DATA SUPPLIED START

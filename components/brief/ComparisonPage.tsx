// One comparison in one version, as reporters cite it: per outcome the plain-language statement,
// the relative and absolute effect with 95% CI, the certainty in words with its footnoted reasons,
// and the direct, indirect and network evidence side by side.
import { useTranslation } from "react-i18next";
import type { ComparisonOutcomeView } from "#core/publication/brief-page";
import type { ComparisonPageData } from "#web/pages/page-data";
import { HealthCaution } from "../HealthCaution";
import { CertaintyMark } from "./CertaintyMark";
import { CertaintyPath } from "./CertaintyPath";
import { CiteBlock } from "./CiteBlock";
import { EmbedCode } from "./EmbedCode";
import { ImportantStudies } from "./ImportantStudies";
import { formatInterval } from "#core/publication/effects";
import { WithdrawnFindings, WithinVersionOpening } from "./Notices";
import { Pictograph } from "../charts/Pictograph";
import { comparisonUrl } from "#core/publication/urls";
import { Message } from "../Message";
import { useIntl } from "../i18n";
import { Term } from "../Term";

export function ComparisonPage({ data }: { data: ComparisonPageData }) {
  const { t } = useTranslation();
  const intl = useIntl();
  const { view, citation } = data;
  const at = { slug: view.slug, version: view.version, treatment: view.treatment.id, comparator: view.comparator.id };
  const date = intl.date({ dateStyle: "long", timeZone: "UTC" });
  const versus = t("brief.versus", { treatment: view.treatment.name, comparator: view.comparator.name });
  return (
    <article data-testid="comparison">
      <WithinVersionOpening view={view} translation={data.translation} back={t("compare.back", { title: view.title })} title={versus} />
      <p className="mt-3 font-sans text-sm text-muted">
        {view.embargoed ? t("compare.inEmbargoed", { version: view.version, date: intl.moment(view.releaseAt, view.timeZone) }) : t("compare.inVersion", { version: view.version, date: date.format(new Date(view.releaseAt)) })} ·{" "}
        <a href={intl.href(comparisonUrl({ ...at, treatment: at.comparator, comparator: at.treatment }))}>{t("compare.reverse")}</a>
      </p>
      <WithdrawnFindings withdrawn={view.withdrawal !== null}>
        {view.outcomes.map((outcome) => (
          <OutcomeComparison key={outcome.index} outcome={outcome} names={{ treatment: view.treatment.name, comparator: view.comparator.name }} />
        ))}
      </WithdrawnFindings>
      <div className="mt-12">
        <HealthCaution />
      </div>
      {view.withdrawal ? null : <EmbedCode at={at} permalink={citation.permalink} title={versus} outcomes={view.outcomes.length} />}
      <CiteBlock heading={t("cite.comparison")} reference={citation.reference} accessed={citation.accessed} permalink={citation.permalink} citing={at} />
    </article>
  );
}

function OutcomeComparison({ outcome, names }: { outcome: ComparisonOutcomeView; names: { treatment: string; comparator: string } }) {
  const { t } = useTranslation();
  const intl = useIntl();
  const to = t("brief.to");
  const id = `outcome-${outcome.index + 1}`;
  const unit = outcome.unit ? ` ${outcome.unit}` : "";
  const notePrefix = `${id}-note-`;
  return (
    <section aria-labelledby={id} className="mt-12 border-t-2 border-ink pt-6" data-testid="comparison-outcome">
      <h2 id={id} className="text-2xl font-semibold">{outcome.name}</h2>
      <p className="mt-4 text-xl leading-relaxed" data-testid="statement">
        {outcome.statement ? <Message message={outcome.statement} /> : t("compare.noStatement")}
      </p>
      <dl className="mt-6 grid gap-x-8 gap-y-3 sm:grid-cols-[max-content_1fr]">
        <dt className="font-sans text-sm font-semibold">
          <Term term="confidence-interval">{t("compare.relative", { measure: t(`brief.measure.${outcome.measure}`) })}</Term>
        </dt>
        <dd className="tabular-nums">
          {formatInterval(outcome.measure, outcome.network, to, intl.locale)}
          {unit}
        </dd>
        {outcome.absolute ? (
          <>
            <dt className="font-sans text-sm font-semibold">
              <Term term="per-1000">{t("compare.absolute")}</Term>
            </dt>
            <dd>
              <Message message={outcome.absolute.statement} />
              <span className="block font-sans text-sm text-muted">
                {t("compare.risks", {
                  comparator: Math.round(outcome.absolute.baselinePer1000),
                  treatment: Math.round(outcome.absolute.treatmentPer1000.estimate),
                })}
              </span>
            </dd>
          </>
        ) : null}
        <dt className="font-sans text-sm font-semibold">
          <Term term="certainty">{t("brief.certainty")}</Term>
        </dt>
        <dd>
          <CertaintyMark rating={outcome.certainty} />
          {outcome.footnotes.map((_, i) => (
            <sup key={i} className="ms-1">
              <a href={`#${notePrefix}${i + 1}`} aria-label={t("compare.footnote", { number: i + 1 })}>{i + 1}</a>
            </sup>
          ))}
        </dd>
      </dl>

      {outcome.absolute ? (
        <Pictograph
          input={{
            outcome: outcome.name,
            comparatorName: names.comparator,
            optionName: names.treatment,
            comparatorPer1000: outcome.absolute.baselinePer1000,
            option: outcome.absolute.treatmentPer1000,
          }}
        />
      ) : null}

      <div className="mt-6 overflow-x-auto">
        <table className="w-full font-sans text-sm" data-testid="evidence-table">
          <caption className="mb-2 text-start text-muted">{t("compare.evidenceCaption")}</caption>
          <thead>
            <tr className="border-b border-ink">
              <th scope="col" className="py-2 pe-4 text-start">{t("compare.evidence")}</th>
              <th scope="col" className="py-2 pe-4 text-start">{t("compare.estimate", { measure: outcome.measure })}</th>
              <th scope="col" className="py-2 pe-4 text-end">{t("brief.studies")}</th>
              <th scope="col" className="py-2 text-end">{t("compare.participants")}</th>
            </tr>
          </thead>
          <tbody>
            <tr className="border-b border-rule">
              <th scope="row" className="py-2 pe-4 text-start font-normal"><Term term="direct-estimate">{t("compare.direct")}</Term></th>
              <td className="py-2 pe-4 tabular-nums">{outcome.direct ? formatInterval(outcome.measure, outcome.direct, to, intl.locale) : t("compare.noDirect")}</td>
              <td className="py-2 pe-4 text-end tabular-nums">{outcome.direct?.studies ?? 0}</td>
              <td className="py-2 text-end tabular-nums">{outcome.direct?.participants ?? "—"}</td>
            </tr>
            <tr className="border-b border-rule">
              <th scope="row" className="py-2 pe-4 text-start font-normal"><Term term="indirect-estimate">{t("compare.indirect")}</Term></th>
              <td className="py-2 pe-4 tabular-nums">{outcome.indirect ? formatInterval(outcome.measure, outcome.indirect, to, intl.locale) : t("compare.noIndirect")}</td>
              <td className="py-2 pe-4 text-end">—</td>
              <td className="py-2 text-end">—</td>
            </tr>
            <tr className="border-b border-rule font-semibold">
              <th scope="row" className="py-2 pe-4 text-start"><Term term="network-estimate">{t("compare.network")}</Term></th>
              <td className="py-2 pe-4 tabular-nums">{formatInterval(outcome.measure, outcome.network, to, intl.locale)}</td>
              <td className="py-2 pe-4 text-end">—</td>
              <td className="py-2 text-end">—</td>
            </tr>
          </tbody>
        </table>
      </div>

      <CertaintyPath outcome={outcome} names={names} />

      {outcome.footnotes.length > 0 ? (
        <ol className="mt-4 list-decimal space-y-1 ps-6 text-sm" aria-label={t("compare.footnotes")}>
          {outcome.footnotes.map((note, i) => (
            <li key={i} id={`${notePrefix}${i + 1}`}>
              {note.levels > 0 ? t("compare.downgraded", { domain: t(note.domainKey), count: note.levels }) : `${t(note.domainKey)}.`}
              {note.reason ? ` ${note.reason}` : note.because ? <> <Message message={note.because} /></> : null}
            </li>
          ))}
        </ol>
      ) : null}

      <ImportantStudies outcome={outcome} />
    </section>
  );
}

DATA SUPPLIED END

- WHAT TO DO -
Retype every entry word for word.

- OUTPUT -
filename components/brief/ComparisonPage.tsx
// One comparison in one version, as reporters cite it: per outcome the plain-language statement,
// the relative and absolute effect with 95% CI, the certainty in words with its footnoted reasons,
// and the direct, indirect and network evidence side by side.
import { useTranslation } from "react-i18next";
import type { ComparisonOutcomeView } from "#core/publication/brief-page";
import type { ComparisonPageData } from "#web/pages/page-data";
import { HealthCaution } from "../HealthCaution";
import { CertaintyMark } from "./CertaintyMark";
import { CertaintyPath } from "./CertaintyPath";
import { CiteBlock } from "./CiteBlock";
import { EmbedCode } from "./EmbedCode";
import { ImportantStudies } from "./ImportantStudies";
import { formatInterval } from "#core/publication/effects";
import { WithdrawnFindings, WithinVersionOpening } from "./Notices";
import { Pictograph } from "../charts/Pictograph";
import { comparisonUrl } from "#core/publication/urls";
import { Message } from "../Message";
import { useIntl } from "../i18n";
import { Term } from "../Term";

export function ComparisonPage({ data }: { data: ComparisonPageData }) {
  const { t } = useTranslation();
  const intl = useIntl();
  const { view, citation } = data;
  const at = { slug: view.slug, version: view.version, treatment: view.treatment.id, comparator: view.comparator.id };
  const date = intl.date({ dateStyle: "long", timeZone: "UTC" });
  const versus = t("brief.versus", { treatment: view.treatment.name, comparator: view.comparator.name });
  return (
    <article data-testid="comparison">
      <WithinVersionOpening view={view} translation={data.translation} back={t("compare.back", { title: view.title })} title={versus} />
      <p className="mt-3 font-sans text-sm text-muted">
        {view.embargoed ? t("compare.inEmbargoed", { version: view.version, date: intl.moment(view.releaseAt, view.timeZone) }) : t("compare.inVersion", { version: view.version, date: date.format(new Date(view.releaseAt)) })} ·{" "}
        <a href={intl.href(comparisonUrl({ ...at, treatment: at.comparator, comparator: at.treatment }))}>{t("compare.reverse")}</a>
      </p>
      <WithdrawnFindings withdrawn={view.withdrawal !== null}>
        {view.outcomes.map((outcome) => (
          <OutcomeComparison key={outcome.index} outcome={outcome} names={{ treatment: view.treatment.name, comparator: view.comparator.name }} />
        ))}
      </WithdrawnFindings>
      <div className="mt-12">
        <HealthCaution />
      </div>
      {view.withdrawal ? null : <EmbedCode at={at} permalink={citation.permalink} title={versus} outcomes={view.outcomes.length} />}
      <CiteBlock heading={t("cite.comparison")} reference={citation.reference} accessed={citation.accessed} permalink={citation.permalink} citing={at} />
    </article>
  );
}

function OutcomeComparison({ outcome, names }: { outcome: ComparisonOutcomeView; names: { treatment: string; comparator: string } }) {
  const { t } = useTranslation();
  const intl = useIntl();
  const to = t("brief.to");
  const id = `outcome-${outcome.index + 1}`;
  const unit = outcome.unit ? ` ${outcome.unit}` : "";
  const notePrefix = `${id}-note-`;
  return (
    <section aria-labelledby={id} className="mt-12 border-t-2 border-ink pt-6" data-testid="comparison-outcome">
      <h2 id={id} className="text-2xl font-semibold">{outcome.name}</h2>
      <p className="mt-4 text-xl leading-relaxed" data-testid="statement">
        {outcome.statement ? <Message message={outcome.statement} /> : t("compare.noStatement")}
      </p>
      <dl className="mt-6 grid gap-x-8 gap-y-3 sm:grid-cols-[max-content_1fr]">
        <dt className="font-sans text-sm font-semibold">
          <Term term="confidence-interval">{t("compare.relative", { measure: t(`brief.measure.${outcome.measure}`) })}</Term>
        </dt>
        <dd className="tabular-nums">
          {formatInterval(outcome.measure, outcome.network, to, intl.locale)}
          {unit}
        </dd>
        {outcome.absolute ? (
          <>
            <dt className="font-sans text-sm font-semibold">
              <Term term="per-1000">{t("compare.absolute")}</Term>
            </dt>
            <dd>
              <Message message={outcome.absolute.statement} />
              <span className="block font-sans text-sm text-muted">
                {t("compare.risks", {
                  comparator: Math.round(outcome.absolute.baselinePer1000),
                  treatment: Math.round(outcome.absolute.treatmentPer1000.estimate),
                })}
              </span>
            </dd>
          </>
        ) : null}
        <dt className="font-sans text-sm font-semibold">
          <Term term="certainty">{t("brief.certainty")}</Term>
        </dt>
        <dd>
          <CertaintyMark rating={outcome.certainty} />
          {outcome.footnotes.map((_, i) => (
            <sup key={i} className="ms-1">
              <a href={`#${notePrefix}${i + 1}`} aria-label={t("compare.footnote", { number: i + 1 })}>{i + 1}</a>
            </sup>
          ))}
        </dd>
      </dl>

      {outcome.absolute ? (
        <Pictograph
          input={{
            outcome: outcome.name,
            comparatorName: names.comparator,
            optionName: names.treatment,
            comparatorPer1000: outcome.absolute.baselinePer1000,
            option: outcome.absolute.treatmentPer1000,
          }}
        />
      ) : null}

      <div className="mt-6 overflow-x-auto">
        <table className="w-full font-sans text-sm" data-testid="evidence-table">
          <caption className="mb-2 text-start text-muted">{t("compare.evidenceCaption")}</caption>
          <thead>
            <tr className="border-b border-ink">
              <th scope="col" className="py-2 pe-4 text-start">{t("compare.evidence")}</th>
              <th scope="col" className="py-2 pe-4 text-start">{t("compare.estimate", { measure: outcome.measure })}</th>
              <th scope="col" className="py-2 pe-4 text-end">{t("brief.studies")}</th>
              <th scope="col" className="py-2 text-end">{t("compare.participants")}</th>
            </tr>
          </thead>
          <tbody>
            <tr className="border-b border-rule">
              <th scope="row" className="py-2 pe-4 text-start font-normal"><Term term="direct-estimate">{t("compare.direct")}</Term></th>
              <td className="py-2 pe-4 tabular-nums">{outcome.direct ? formatInterval(outcome.measure, outcome.direct, to, intl.locale) : t("compare.noDirect")}</td>
              <td className="py-2 pe-4 text-end tabular-nums">{outcome.direct?.studies ?? 0}</td>
              <td className="py-2 text-end tabular-nums">{outcome.direct?.participants ?? "—"}</td>
            </tr>
            <tr className="border-b border-rule">
              <th scope="row" className="py-2 pe-4 text-start font-normal"><Term term="indirect-estimate">{t("compare.indirect")}</Term></th>
              <td className="py-2 pe-4 tabular-nums">{outcome.indirect ? formatInterval(outcome.measure, outcome.indirect, to, intl.locale) : t("compare.noIndirect")}</td>
              <td className="py-2 pe-4 text-end">—</td>
              <td className="py-2 text-end">—</td>
            </tr>
            <tr className="border-b border-rule font-semibold">
              <th scope="row" className="py-2 pe-4 text-start"><Term term="network-estimate">{t("compare.network")}</Term></th>
              <td className="py-2 pe-4 tabular-nums">{formatInterval(outcome.measure, outcome.network, to, intl.locale)}</td>
              <td className="py-2 pe-4 text-end">—</td>
              <td className="py-2 text-end">—</td>
            </tr>
          </tbody>
        </table>
      </div>

      <CertaintyPath outcome={outcome} names={names} />

      {outcome.footnotes.length > 0 ? (
        <ol className="mt-4 list-decimal space-y-1 ps-6 text-sm" aria-label={t("compare.footnotes")}>
          {outcome.footnotes.map((note, i) => (
            <li key={i} id={`${notePrefix}${i + 1}`}>
              {note.levels > 0 ? t("compare.downgraded", { domain: t(note.domainKey), count: note.levels }) : `${t(note.domainKey)}.`}
              {note.reason ? ` ${note.reason}` : note.because ? <> <Message message={note.because} /></> : null}
            </li>
          ))}
        </ol>
      ) : null}

      <ImportantStudies outcome={outcome} />
    </section>
  );
}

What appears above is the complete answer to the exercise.